A novel fourth-order scheme for two-dimensional Riesz space fractional nonlinear reaction-diffusion equations and its optimal preconditioned solver
Wei Qu, Yuan-Yuan Huang, Sean Hon, Siu-Long Lei
TL;DR
The paper tackles 2D Riesz space fractional nonlinear reaction-diffusion equations with orders $1<\alpha,\beta<2$ and Lipschitz nonlinearity, introducing a novel fourth-order finite difference scheme coupled with a Crank-Nicolson explicit linearization. It proves unconditional stability and convergence in the discrete $L_2$-norm, and develops a $\tau$-matrix based preconditioner that diagonalizes via DST to deliver mesh-independent PCG convergence for the resulting symmetric Toeplitz systems. The preconditioned system has eigenvalues strictly bounded in $(3/8,2)$, ensuring linear PCG convergence independent of mesh size, and the approach outperforms circulant preconditioners in numerical tests. Numerical experiments confirm high accuracy and substantial efficiency gains, highlighting the method’s practical impact for multi-dimensional fractional PDEs and scalable solvers.
Abstract
A novel fourth-order finite difference formula coupling the Crank-Nicolson explicit linearized method is proposed to solve Riesz space fractional nonlinear reaction-diffusion equations in two dimensions.

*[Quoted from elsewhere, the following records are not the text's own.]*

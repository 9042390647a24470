//! What one cycle gave: between which voltages the board changed, each way, read from the trace of its run.
//!
//! Only the last change in a direction counts, and only where the set-point came there by a step of the ramp: arming
//! leaps across the threshold and bounds nothing. The voltage that counts stood at the terminals before the change:
//! while on it is the set-point less what the leads drop, which is in proportion to it.

use super::Order;
use crate::trace::{Accuracy, Claims, Sample, SwitchState, Trace};
use crate::units::{Amps, Celsius, Ohms, Volts};
use serde::{Deserialize, Serialize};

/// One threshold in one cycle. The bracket says where the ramp was; at a rate, the board's delay comes on top.
#[derive(Clone, Debug, PartialEq, Serialize, Deserialize)]
pub struct Crossing {
    /// Lower end of the bracket, at the terminals.
    #[serde(rename = "low_v")]
    pub low: Volts,
    /// Upper end.
    #[serde(rename = "high_v")]
    pub high: Volts,
    /// The set-point at which it had changed.
    #[serde(rename = "set_v")]
    pub set: Volts,
    /// How fast the terminals moved there, V/s, positive in the direction of the ramp.
    #[serde(rename = "rate_v_per_s")]
    pub rate: f64,
    /// Time from one step to the next, s.
    #[serde(rename = "period_s")]
    pub period: f64,
    /// Time from setting a step to the middle of its reading, s.
    #[serde(rename = "seen_after_s")]
    pub seen_after: f64,
}

/// What one cycle gave, and under which conditions.
#[derive(Clone, Debug, PartialEq, Serialize, Deserialize)]
pub struct Cycle {
    /// Which of the plan's cycles it is.
    pub order: Order,
    /// Temperature of the board as measured, degC; absent where nobody measured it.
    #[serde(rename = "temperature_c", default, skip_serializing_if = "Option::is_none")]
    pub temperature: Option<Celsius>,
    /// Load as measured, ohm.
    #[serde(rename = "load_ohm")]
    pub load: Ohms,
    /// The trip; absent where the board did not trip.
    #[serde(default, skip_serializing_if = "Option::is_none")]
    pub trip: Option<Crossing>,
    /// The re-enable; absent where it did not come back.
    #[serde(default, skip_serializing_if = "Option::is_none")]
    pub re_enable: Option<Crossing>,
    /// What is claimed of the instrument the voltages were read with; absent where nothing is.
    #[serde(default, skip_serializing_if = "Option::is_none")]
    pub claim: Option<Accuracy>,
    /// Longest a step takes to arrive at the terminals, s.
    #[serde(rename = "settle_s", default)]
    pub settle: f64,
    /// Time over which one reading averages, s.
    #[serde(rename = "integration_s", default)]
    pub integration: f64,
    /// How long the run took on the bench's clock, s.
    #[serde(rename = "duration_s")]
    pub duration: f64,
}

/// A direction of the ramp, and with it which threshold.
#[derive(Clone, Copy, Debug, PartialEq, Eq, PartialOrd, Ord, Serialize, Deserialize)]
#[serde(rename_all = "snake_case")]
pub enum Edge {
    /// Down through the trip.
    Trip,
    /// Up through the re-enable.
    ReEnable,
}

impl Edge {
    /// Both, in the order in which a cycle meets them.
    pub const ALL: [Self; 2] = [Self::Trip, Self::ReEnable];

    /// The sign of the ramp.
    pub fn sign(self) -> f64 {
        match self {
            Self::Trip => -1.0,
            Self::ReEnable => 1.0,
        }
    }

    /// What this cycle says of it.
    pub fn of(self, cycle: &Cycle) -> Option<&Crossing> {
        match self {
            Self::Trip => cycle.trip.as_ref(),
            Self::ReEnable => cycle.re_enable.as_ref(),
        }
    }
}

/// What is known of a cycle beside its trace.
#[derive(Clone, Copy, Debug, PartialEq)]
pub(super) struct Ramp {
    step: Volts,
    load: Ohms,
    zero: Amps,
}

/// Steps of the ramp over which rate and drop are taken.
const BEFORE: usize = 10;
/// A step of the ramp may be this much larger than ordered: whole digits of the supply.
const SAME_STEP: f64 = 1.5;

/// Reads a cycle that was measured in steps of `step`, on a board that drives `load`; `zero` is the standard uncertainty
/// of a current near zero.
pub fn read(
    trace: &Trace,
    order: Order,
    temperature: Option<Celsius>,
    load: Ohms,
    step: Volts,
    zero: Amps,
) -> Cycle {
    let ramp = Ramp { step, load, zero };
    let claims = &trace.claims;
    let times = claims.times;
    Cycle {
        order,
        temperature,
        load,
        trip: ramp.last(trace, Edge::Trip),
        re_enable: ramp.last(trace, Edge::ReEnable),
        claim: if trace.samples.iter().any(|sample| sample.sense.is_some()) {
            claims.sense
        } else {
            claims.set
        },
        settle: times.map_or(0.0, |times| times.settle.as_secs_f64()),
        integration: times.map_or(0.0, |times| times.integration.as_secs_f64()),
        duration: trace.samples.last().map_or(0.0, |sample| sample.at.as_secs_f64()),
    }
}

impl Ramp {
    fn state(&self, sample: &Sample) -> SwitchState {
        SwitchState::of(sample.current, sample.terminals(), self.load, self.zero)
    }

    /// True when the set-point went from one sample to the next by a step of the ramp in this direction.
    fn is_step(&self, from: &Sample, to: &Sample, edge: Edge) -> bool {
        let advance = (to.set - from.set).0 * edge.sign();
        advance > 0.0 && advance <= self.step.0 * SAME_STEP
    }

    fn last(&self, trace: &Trace, edge: Edge) -> Option<Crossing> {
        let (before, after) = match edge {
            Edge::Trip => (SwitchState::On, SwitchState::Off),
            Edge::ReEnable => (SwitchState::Off, SwitchState::On),
        };
        let samples = &trace.samples;
        // The first reading that is no longer in the state before, followed by no reading back in it until the state
        // after has come: a reading in the middle of the change already has changed.
        let ends_changed = |from: usize| {
            samples[from..]
                .iter()
                .map(|sample| self.state(sample))
                .find(|state| *state != SwitchState::Neither)
                == Some(after)
        };
        let seen = (1..samples.len()).rev().find(|&seen| {
            self.state(&samples[seen - 1]) == before
                && self.state(&samples[seen]) != before
                && self.is_step(&samples[seen - 1], &samples[seen], edge)
                && ends_changed(seen)
        })?;
        self.crossing(trace, edge, seen)
    }

    fn crossing(&self, trace: &Trace, edge: Edge, seen: usize) -> Option<Crossing> {
        let samples = &trace.samples;
        let mut first = seen - 1;
        while first > 0 && seen - first < BEFORE && self.is_step(&samples[first - 1], &samples[first], edge) {
            first -= 1;
        }
        let (from, last, changed) = (&samples[first], &samples[seen - 1], &samples[seen]);
        let ratio =
            mean(samples[first..seen].iter().map(|sample| at_board(sample, &trace.claims) / sample.set));
        let intervals = (seen - first) as f64;
        let period = changed.at.saturating_sub(from.at).as_secs_f64() / intervals;
        let step = (changed.set - from.set).0.abs() / intervals * ratio;
        let set_at = trace.settings.iter().rev().map(|setting| setting.at).find(|at| *at <= changed.at)?;
        let ends = [last.set * ratio, changed.set * ratio];
        let crossing = Crossing {
            low: ends[0].min(ends[1]),
            high: ends[0].max(ends[1]),
            set: changed.set,
            rate: step / period,
            period,
            seen_after: changed.at.saturating_sub(set_at).as_secs_f64(),
        };
        (crossing.low.is_finite() && crossing.high.is_finite() && crossing.rate.is_finite())
            .then_some(crossing)
    }
}

/// Voltage at the board: sensed, or the set-point less the claimed drop.
fn at_board(sample: &Sample, claims: &Claims) -> Volts {
    let drop = match (sample.sense, claims.lead_resistance, sample.current.amps()) {
        (None, Some(leads), Some(current)) => current * leads,
        _ => Volts::ZERO,
    };
    sample.terminals() - drop
}

fn mean(values: impl ExactSizeIterator<Item = f64>) -> f64 {
    let count = values.len() as f64;
    values.sum::<f64>() / count
}

#[cfg(test)]
mod tests {
    use super::*;
    use crate::trace::{Current, Ending, OutputState, Setting, Stop};
    use std::time::Duration;

    const ORDER: Order = Order { board: 0, temperature: 0, load: 0, cycle: 0, rate: 0 };

    /// Set-points 100 ms apart, set 60 ms before the middle of the reading; the leads drop a hundredth while on.
    fn trace(points: &[(f64, f64)]) -> Trace {
        let at = |index: usize| Duration::from_millis(100 * index as u64 + 100);
        let sample = |(index, &(set, share)): (usize, &(f64, f64))| Sample {
            at: at(index),
            set: Volts(set),
            sense: Some(Volts(set * if share > 0.0 { 0.99 } else { 1.0 })),
            current: Current::Value(Amps(set / 55.0 * share)),
            load: None,
            range: None,
            limited: None,
            was_limited: None,
        };
        let setting = |index| Setting { at: at(index) - Duration::from_millis(60), what: String::new() };
        Trace {
            samples: points.iter().enumerate().map(sample).collect(),
            settings: (0..points.len()).map(setting).collect(),
            claims: Claims::default(),
            ending: Ending { stop: Stop::Completed, output: OutputState::Off },
        }
    }

    fn cycle(points: &[(f64, f64)]) -> Cycle {
        read(&trace(points), ORDER, None, Ohms(55.0), Volts(0.02), Amps(1e-6))
    }

    #[test]
    fn the_bracket_is_the_terminal_voltage_before_the_change() {
        let down = [(7.6, 1.0), (6.04, 1.0), (6.02, 1.0), (6.0, 1.0), (5.98, 0.0), (5.98, 0.0), (5.9, 0.0)];
        let up = [(6.36, 0.0), (6.38, 0.0), (6.4, 1.0), (6.4, 1.0), (0.0, 0.0)];
        let cycle = cycle(&[&down[..], &up[..]].concat());
        let trip = cycle.trip.expect("it tripped");
        // While on a hundredth is missing at the terminals: 5.98 x 0.99 and 6.00 x 0.99.
        assert!((trip.low.0 - 5.9202).abs() < 1e-9 && (trip.high.0 - 5.94).abs() < 1e-9, "{trip:?}");
        // 20 mV less a hundredth in 100 ms.
        assert!((trip.rate - 0.198).abs() < 1e-9, "{trip:?}");
        assert!((trip.period - 0.1).abs() < 1e-9 && (trip.seen_after - 0.06).abs() < 1e-9, "{trip:?}");
        let back = cycle.re_enable.expect("it came back");
        assert!((back.low.0 - 6.38).abs() < 1e-9 && (back.high.0 - 6.4).abs() < 1e-9, "{back:?}");
    }

    #[test]
    fn a_reading_in_the_middle_of_the_change_has_changed_already() {
        let cycle = cycle(&[(6.02, 1.0), (6.0, 1.0), (5.98, 0.3), (5.96, 0.0), (5.96, 0.0)]);
        assert_eq!(cycle.trip.map(|trip| trip.set), Some(Volts(5.98)));
    }

    #[test]
    fn leaps_and_the_end_of_the_run_are_no_thresholds() {
        let cycle = cycle(&[(6.04, 1.0), (5.5, 0.0), (7.6, 1.0), (0.0, 0.0)]);
        assert_eq!((cycle.trip, cycle.re_enable), (None, None));
    }

    #[test]
    fn one_false_reading_is_no_change() {
        let cycle = cycle(&[(6.06, 1.0), (6.04, 0.0), (6.02, 1.0), (6.0, 1.0), (5.98, 0.0), (5.98, 0.0)]);
        assert_eq!(cycle.trip.map(|trip| trip.set), Some(Volts(5.98)));
    }
}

Theoretically, under the Lipschitz assumption on the nonlinear term, the proposed high-order scheme is proved to be unconditionally stable and convergent in the discrete $L_2$-norm. Moreover, a $τ$-matrix based preconditioner is developed to speed up the convergence of the conjugate gradient method with an optimal convergence rate (a convergence rate independent of mesh sizes) for solving the symmetric discrete linear system. Theoretical analysis shows that the spectra of the preconditioned matrices are uniformly bounded in the open interval $(3/8,2)$. To the best of our knowledge, this is the first attempt to develop a preconditioned iterative solver with a mesh-independent convergence rate for the linearized high-order scheme. Numerical examples are given to validate the accuracy of the scheme and the effectiveness of the proposed preconditioned solver.